Exercise directions ->
The entries below contain a stretch that opens with the line containing "feature = QgsFeature(points.fields())" and closes with the line containing "(50 km) must"; set down that stretch exactly, both ends included, and nothing else.

-------- Data supplied --------

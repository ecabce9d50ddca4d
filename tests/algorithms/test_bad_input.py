"""Input that cannot be used: one clear sentence that names the key or the feature, no traceback, no layer left."""

import math

import numpy as np
import pytest

pytest.importorskip("qgis")

import invented
from invented import STEP_KM, equator_grid, equator_line, lines_layer, write_grid
from qgis.core import QgsFeature, QgsGeometry, QgsPointXY, QgsProject, QgsVectorFileWriter, QgsVectorLayer
from running import refusal, rows, run


def saved(layer, path):
    """A layer written to a GeoPackage; its path."""
    options = QgsVectorFileWriter.SaveVectorOptions()
    options.driverName = "GPKG"
    options.layerName = path.stem
    error, *rest = QgsVectorFileWriter.writeAsVectorFormatV3(
        layer, str(path), QgsProject.instance().transformContext(), options
    )
    assert error == QgsVectorFileWriter.WriterError.NoError, rest
    return str(path)


@pytest.fixture(scope="module")
def ground(tmp_path_factory):
    """Files: the trench's grid, one without data, its line, a line elsewhere, a line of one point, points, polygons."""
    folder = tmp_path_factory.mktemp("ground")
    points = QgsVectorLayer("Point?crs=EPSG:4326&field=height:string(10)", "points", "memory")
    feature = QgsFeature(points.fields())
    feature.setAttributes(["high"])
    feature.setGeometry(QgsGeometry.fromPointXY(QgsPointXY(21.5, 0.0)))
    points.dataProvider().addFeatures([feature])
    empty = QgsVectorLayer("LineString?crs=EPSG:4326", "empty", "memory")
    return {
        "dem": equator_grid(folder / "dem.tif", 20.0, invented.trench),
        "void": write_grid(folder / "void.tif", np.full((8, 500), -9999.0), 17.99, 0.08, 0.02, nodata=-9999.0),
        "line": saved(lines_layer([equator_line(20.0)]), folder / "line.gpkg"),
        "elsewhere": saved(lines_layer([[(70.0, 40.0), (75.0, 40.0)]], names=["far"]), folder / "elsewhere.gpkg"),
        "dot": saved(lines_layer([[(20.0, 0.0), (20.0, 0.0)]], names=["dot"]), folder / "dot.gpkg"),
        "points": saved(points, folder / "points.gpkg"),
        "empty": saved(empty, folder / "empty.gpkg"),
        "picks": str(folder / "points.gpkg"),
    }


# what it is: (changed keys, words of the sentence). Names in braces stand for files of `ground`.
CASES = {
    "TE_FROM above TE_TO": ({"TE_FROM": 50, "TE_TO": 20}, "TE_FROM (50 km) must be below TE_TO (20 km)"),
    "text for a number": ({"TE_FROM": "thin"}, "TE_FROM is 'thin'; it takes a number"),
    "text for a blank number": ({"RHO_INFILL": "mud"}, "RHO_INFILL is 'mud'; it takes a number"),
    "NaN": ({"YOUNG_GPA": "nan"}, "YOUNG_GPA is nan; it takes a number"),
    "infinity": ({"REFERENCE_LEVEL": "inf"}, "REFERENCE_LEVEL is inf; it takes a number"),
    "half a line in a swath": ({"SWATH_LINES": "2.5"}, "SWATH_LINES is 2.5; it takes a whole number"),
    "no DEM": ({"DEM": ""}, "DEM"),
    "an unknown key": ({"TE_FORM": 5}, "TE_FORM is not a key of this algorithm; did you mean TE_FROM?"),
    "an enum out of range": ({"REGIONAL": 9}, "it takes one of: 0 None, 1 Level"),
    "text for an enum": ({"PLATE": "bent"}, "PLATE is 'bent'; it takes one of: 0 Continuous"),
    "text for true or false": ({"ROBUST": "maybe"}, "ROBUST is 'maybe'; it takes true or false"),
    "band 9 of 1": ({"DEM_BAND": 9}, "DEM_BAND"),
    "a step of 0": ({"STEP_KM": 0}, "STEP_KM is 0; it takes a number above 0"),
    "a step below 0": ({"STEP_KM": -3}, "STEP_KM is -3; it takes a number above 0"),
    "a step that makes too many stations": ({"STEP_KM": 1e-4}, "STEP_KM is 0.0001"),
    "a swath below 0": ({"SWATH_KM": -1}, "SWATH_KM is -1; it takes a number from 0"),
    "no line in a swath": ({"SWATH_LINES": 0}, "SWATH_LINES is 0; it takes a whole number from 1"),
    "a line outside the DEM": ({"TRANSECTS": "{elsewhere}", "NAME_FIELD": "name"}, "Transect far lies outside the DEM"),
    "a line of one point": ({"TRANSECTS": "{dot}", "NAME_FIELD": "name"}, "Transect dot has fewer than two different"),
    "a DEM of nodata": ({"DEM": "{void}"}, "the DEM has no data anywhere along the line"),
    "Poisson's ratio of 0.6": ({"POISSON": 0.6}, "POISSON is 0.6; it takes a number above -1 below 0.5"),
    "Young's modulus of 0": ({"YOUNG_GPA": 0}, "YOUNG_GPA is 0; it takes a number above 0"),
    "no restoring force": (
        {"RHO_INFILL": 3300}, "RHO_INFILL (3300 kg/m3) must be below RHO_MANTLE (3300 kg/m3)",
    ),
    "no restoring force under the load": (
        {"RHO_UNDER_LOAD": 3400}, "RHO_UNDER_LOAD (3400 kg/m3) must be below RHO_MANTLE",
    ),
    "a negative density": ({"RHO_LOAD": -5}, "RHO_LOAD is -5; it takes a number above 0"),
    "in-plane force above buckling": ({"IN_PLANE": 1e15}, "IN_PLANE"),
    "a name field that is not there": ({"NAME_FIELD": "title"}, "NAME_FIELD"),
    "a missing layer": ({"TRANSECTS": "/nowhere/lines.gpkg"}, "TRANSECTS"),
    "a missing raster": ({"OBSERVED": "/nowhere/basement.tif"}, "OBSERVED"),
    "points for lines": ({"TRANSECTS": "{points}"}, "Transect 1 is no line but Point"),
    "a layer without features": ({"TRANSECTS": "{empty}"}, "There is no transect: the input holds no feature"),
    "a vector layer for the DEM": ({"DEM": "{line}"}, "DEM"),
    "no place for the break": ({"BREAK_AT": 2}, "BREAK_KM is blank; BREAK_AT 2 takes the distance of the break in it"),
    "a break off the line": ({"BREAK_AT": 2, "BREAK_KM": 9999}, "BREAK_KM must lie on the line"),
    "no range for the break": ({"BREAK_AT": 3, "BREAK_FROM": 10}, "BREAK_FROM and BREAK_TO must both be given"),
    "a window the wrong way round": ({"FIT_FROM": 300, "FIT_TO": 200}, "FIT_FROM (300 km) must be below FIT_TO"),
    "a window without a station": ({"FIT_FROM": 5000}, "nothing is left to fit"),
    "a window of three stations": ({"FIT_FROM": 300, "FIT_TO": 320}, "stations to fit"),
    "a sigma of 0": ({"SIGMA_M": 0}, "SIGMA_M is 0; it takes a number above 0"),
    "a confidence of 100 %": ({"CONFIDENCE": 100}, "CONFIDENCE is 100; it takes a number above 0 below 100"),
    "picks without a field": ({"PICKS": "{picks}"}, "PICK_ELEVATION is blank"),
    "picks with a field that is not there": (
        {"PICKS": "{picks}", "PICK_ELEVATION": "depth"}, "PICK_ELEVATION",
    ),
    "picks of text": (
        {"PICKS": "{picks}", "PICK_ELEVATION": "height"}, "PICK_ELEVATION field height holds 'high'; it takes numbers",
    ),
    "a reach of 0": ({"PICKS": "{picks}", "PICK_ELEVATION": "height", "PICK_REACH": 0}, "PICK_REACH is 0"),
}  # fmt: skip
BY_QGIS = {"a missing layer", "a missing raster", "a vector layer for the DEM", "no DEM",
           "a name field that is not there", "picks with a field that is not there"}  # fmt: skip
"""Cases that QGIS itself may refuse first, in words that change with its version and name the key."""
HEADLESS = (
    "TE_FROM above TE_TO", "text for a number", "NaN", "infinity", "no DEM", "an unknown key", "an enum out of range",
    "band 9 of 1", "a step of 0", "a line outside the DEM", "a line of one point", "a DEM of nodata",
    "Poisson's ratio of 0.6", "no restoring force", "in-plane force above buckling", "a name field that is not there",
    "a missing layer", "points for lines", "no place for the break", "a window without a station",
)
"""Cases that are also run through qgis_process, about a second each."""


def parameters(ground, changes):
    given = {"TRANSECTS": "{line}", "DEM": "{dem}", "SETTING": 1, "STEP_KM": STEP_KM, **changes}
    return {
        key: ground[value[1:-1]] if isinstance(value, str) and value.startswith("{") else value
        for key, value in given.items()
    }


def sentence_of(text, words):
    """The sentence that says what is wrong; all else that is said must not be a traceback."""
    assert "Traceback" not in text, text
    assert "Error:" not in text, text
    assert words in text, text
    (line,) = {line.strip() for line in text.splitlines() if words in line}
    return line


@pytest.mark.parametrize("case", CASES)
def test_in_process(ground, tmp_path, case):
    """Refused with a sentence, and no file made."""
    changes, words = CASES[case]
    sinks = {name: str(tmp_path / f"{name.lower()}.gpkg") for name in ("PROFILES", "STATIONS", "MISFIT")}
    said = refusal("fittransects", {**parameters(ground, changes), **sinks})
    if case in BY_QGIS:
        assert words in said
        assert "Traceback" not in said
    else:
        line = sentence_of(said, words)
        assert line.endswith((".", "?")), line
    assert list(tmp_path.iterdir()) == []


@pytest.mark.parametrize("case", HEADLESS)
def test_through_qgis_process(headless, ground, tmp_path, case):
    """Not 0, the same sentence, no traceback on either stream, and no file made."""
    changes, words = CASES[case]
    sinks = {name: str(tmp_path / f"{name.lower()}.gpkg") for name in ("PROFILES", "STATIONS")}
    done = headless.attempt("fittransects", {**parameters(ground, changes), **sinks})
    assert done.returncode != 0
    assert words in done.stdout + done.stderr, done.stdout + done.stderr
    assert "Traceback" not in done.stdout + done.stderr
    assert list(tmp_path.iterdir()) == []


@pytest.mark.parametrize("value", [float("nan"), float("inf"), -float("inf"), True, [1], "1,5", "0x1F", "1e999"])
@pytest.mark.parametrize("key", ["TE_FROM", "RHO_WATER", "SWATH_LINES"])
def test_numbers_that_are_none(ground, key, value):
    """Not finite, of another kind, or text that Python would not take for a number."""
    assert f"{key} is " in refusal("fittransects", parameters(ground, {key: value}))


@pytest.mark.parametrize("key", ["TE_FROM", "RHO_INFILL", "CONFIDENCE", "SETTING", "ROBUST", "BREAK_KM"])
@pytest.mark.parametrize("blank", ["", "  ", None])
def test_blank_is_the_default_and_never_0(ground, key, blank):
    """An empty string is a blank, hence the default, as if the key had been left out."""
    from downwarp_checkout.plugin.bridge.keys import Values
    from qgis.core import QgsApplication, QgsProcessingContext

    keys = QgsApplication.processingRegistry().algorithmById("downwarp:fittransects").keys
    values = Values(keys, {key: blank}, QgsProcessingContext())
    definition = values.keys[key]
    reader = {"number": values.number, "enum": values.enum, "flag": values.flag}[definition.kind]
    assert reader(key) == definition.default


def test_blank_text_on_the_command_line_is_the_default(headless, ground, tmp_path):
    """`--TE_FROM=` and `--RHO_INFILL=` run as if left out: Te from 1 km, sea water in the trench."""
    sinks = {name: str(tmp_path / f"{name.lower()}.gpkg") for name in ("PROFILES", "STATIONS", "PARAMETERS")}
    headless.run("fittransects", {**parameters(ground, {"TE_FROM": "", "RHO_INFILL": ""}), **sinks})
    used = {row["parameter"]: row["value"] for row in rows(sinks["PARAMETERS"])}
    assert used["TE_FROM"] == 1
    assert used["RHO_INFILL"] == 1030


def test_one_bad_line_of_many_is_reported_and_the_rest_are_fitted(ground, tmp_path):
    """Remarks of its row say why, its numbers are NULL, and the other lines' answers are the same as without it."""
    good = equator_line(20.0)
    lines = [good, [(70.0, 40.0), (75.0, 40.0)], [(20.0, 0.0), (20.0, 0.0)], [(x, y + 0.01) for x, y in good]]
    keys = {"DEM": ground["dem"], "SETTING": 1, "STEP_KM": STEP_KM, "NAME_FIELD": "name"}
    layer = lines_layer(lines, names=["first", "far", "dot", "second"])
    mixed = run("fittransects", {"TRANSECTS": layer, **keys})
    alone = run("fittransects", {"TRANSECTS": lines_layer([good], names=["first"]), **keys})
    profiles = {row["transect"]: row for row in mixed["PROFILES"]}
    assert list(profiles) == ["first", "far", "dot", "second"]
    assert mixed["TRANSECTS_FITTED"] == 2
    assert profiles["far"]["remarks"] == "Transect far lies outside the DEM."
    assert profiles["dot"]["remarks"].startswith("Transect dot has fewer than two different vertices")
    for name in ("far", "dot"):
        assert profiles[name]["geometry"] is None
        assert {key for key, value in profiles[name].items() if value is not None} == {"transect", "remarks"}
    assert profiles["first"]["te_km"] == pytest.approx(alone["PROFILES"][0]["te_km"], rel=1e-9)
    assert mixed["TE_KM"] == pytest.approx(
        0.5 * (profiles["first"]["te_km"] + profiles["second"]["te_km"]), rel=1e-12
    )
    assert {row["transect"] for row in mixed["STATIONS"]} == {"first", "second"}


def test_where_all_lines_are_bad_no_layer_is_left(headless, ground, tmp_path):
    """Exit code not 0, the first reason, and no file."""
    layer = saved(lines_layer([[(70, 40), (75, 40)], [(20, 0), (20, 0)]], names=["far", "dot"]), tmp_path / "bad.gpkg")
    out = tmp_path / "out"
    out.mkdir()
    sinks = {name: str(out / f"{name.lower()}.gpkg") for name in ("PROFILES", "STATIONS")}
    done = headless.attempt("fittransects", {**parameters(ground, {"TRANSECTS": layer, "NAME_FIELD": "name"}), **sinks})
    assert done.returncode != 0
    assert "None of the 2 transects could be worked on; the first: Transect far lies outside the DEM." in (
        done.stdout + done.stderr
    )
    assert list(out.iterdir()) == []


@pytest.mark.parametrize(
    ("changes", "words"),
    [
        ({"TE_KM": 0}, "TE_KM is 0; it takes a number from 0.1 to 1000"),
        ({"TE_KM": "thick"}, "TE_KM is 'thick'; it takes a number"),
        ({"PLATE": 2}, "PLATE is 2; it takes one of: 0 Continuous, 1 Broken"),
        ({"PLATE": 1, "START_SUPPORT": 0}, "START_SUPPORT is 0 (continues), but PLATE is 1"),
        ({"PLATE": 0, "END_MOMENT": 1e17}, "END_MOMENT acts on a broken plate only, but PLATE is 0"),
        ({"END_SHEAR": math.inf}, "END_SHEAR is inf; it takes a number"),
        ({"BREAK_AT": 2}, "BREAK_KM is blank"),
        ({"IN_PLANE": 1e15}, "IN_PLANE"),
        ({"RHO_MANTLE": 900}, "must be below RHO_MANTLE (900 kg/m3)"),
    ],
)
def test_bendtransects_refuses_too(ground, changes, words):
    """The forward model names its keys as well."""
    said = refusal("bendtransects", parameters(ground, {"SETTING": 4, "RHO_INFILL": 1030, **changes}))
    assert sentence_of(said, words)


def test_a_negative_thickness_of_load_is_refused(ground):
    """LOAD 1 takes thicknesses: the trench's elevations are none."""
    assert "the DEM holds a load thickness below 0 (LOAD is 1)" in refusal(
        "fittransects", parameters(ground, {"SETTING": 3})
    )


def test_the_demo_refuses_bad_noise_and_seeds(tmp_path):
    """No folder is made."""
    folder = str(tmp_path / "demo")
    for changes, words in (
        ({"NOISE_M": -1}, "NOISE_M is -1; it takes a number from 0 to 1000"),
        ({"NOISE_MGAL": 2000}, "NOISE_MGAL is 2000; it takes a number from 0 to 1000"),
        ({"SEED": -1}, "SEED is -1; it takes a whole number from 0"),
        ({"NOISE_M": "loud"}, "NOISE_M is 'loud'; it takes a number"),
    ):
        assert words in refusal("demolayers", {"OUTPUT_FOLDER": folder, **changes}, sinks=())
    assert list(tmp_path.iterdir()) == []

--------

Reply to the exercise ->
    feature = QgsFeature(points.fields())
    feature.setAttributes(["high"])
    feature.setGeometry(QgsGeometry.fromPointXY(QgsPointXY(21.5, 0.0)))
    points.dataProvider().addFeatures([feature])
    empty = QgsVectorLayer("LineString?crs=EPSG:4326", "empty", "memory")
    return {
        "dem": equator_grid(folder / "dem.tif", 20.0, invented.trench),
        "void": write_grid(folder / "void.tif", np.full((8, 500), -9999.0), 17.99, 0.08, 0.02, nodata=-9999.0),
        "line": saved(lines_layer([equator_line(20.0)]), folder / "line.gpkg"),
        "elsewhere": saved(lines_layer([[(70.0, 40.0), (75.0, 40.0)]], names=["far"]), folder / "elsewhere.gpkg"),
        "dot": saved(lines_layer([[(20.0, 0.0), (20.0, 0.0)]], names=["dot"]), folder / "dot.gpkg"),
        "points": saved(points, folder / "points.gpkg"),
        "empty": saved(empty, folder / "empty.gpkg"),
        "picks": str(folder / "points.gpkg"),
    }


# what it is: (changed keys, words of the sentence). Names in braces stand for files of `ground`.
CASES = {
    "TE_FROM above TE_TO": ({"TE_FROM": 50, "TE_TO": 20}, "TE_FROM (50 km) must be below TE_TO (20 km)"),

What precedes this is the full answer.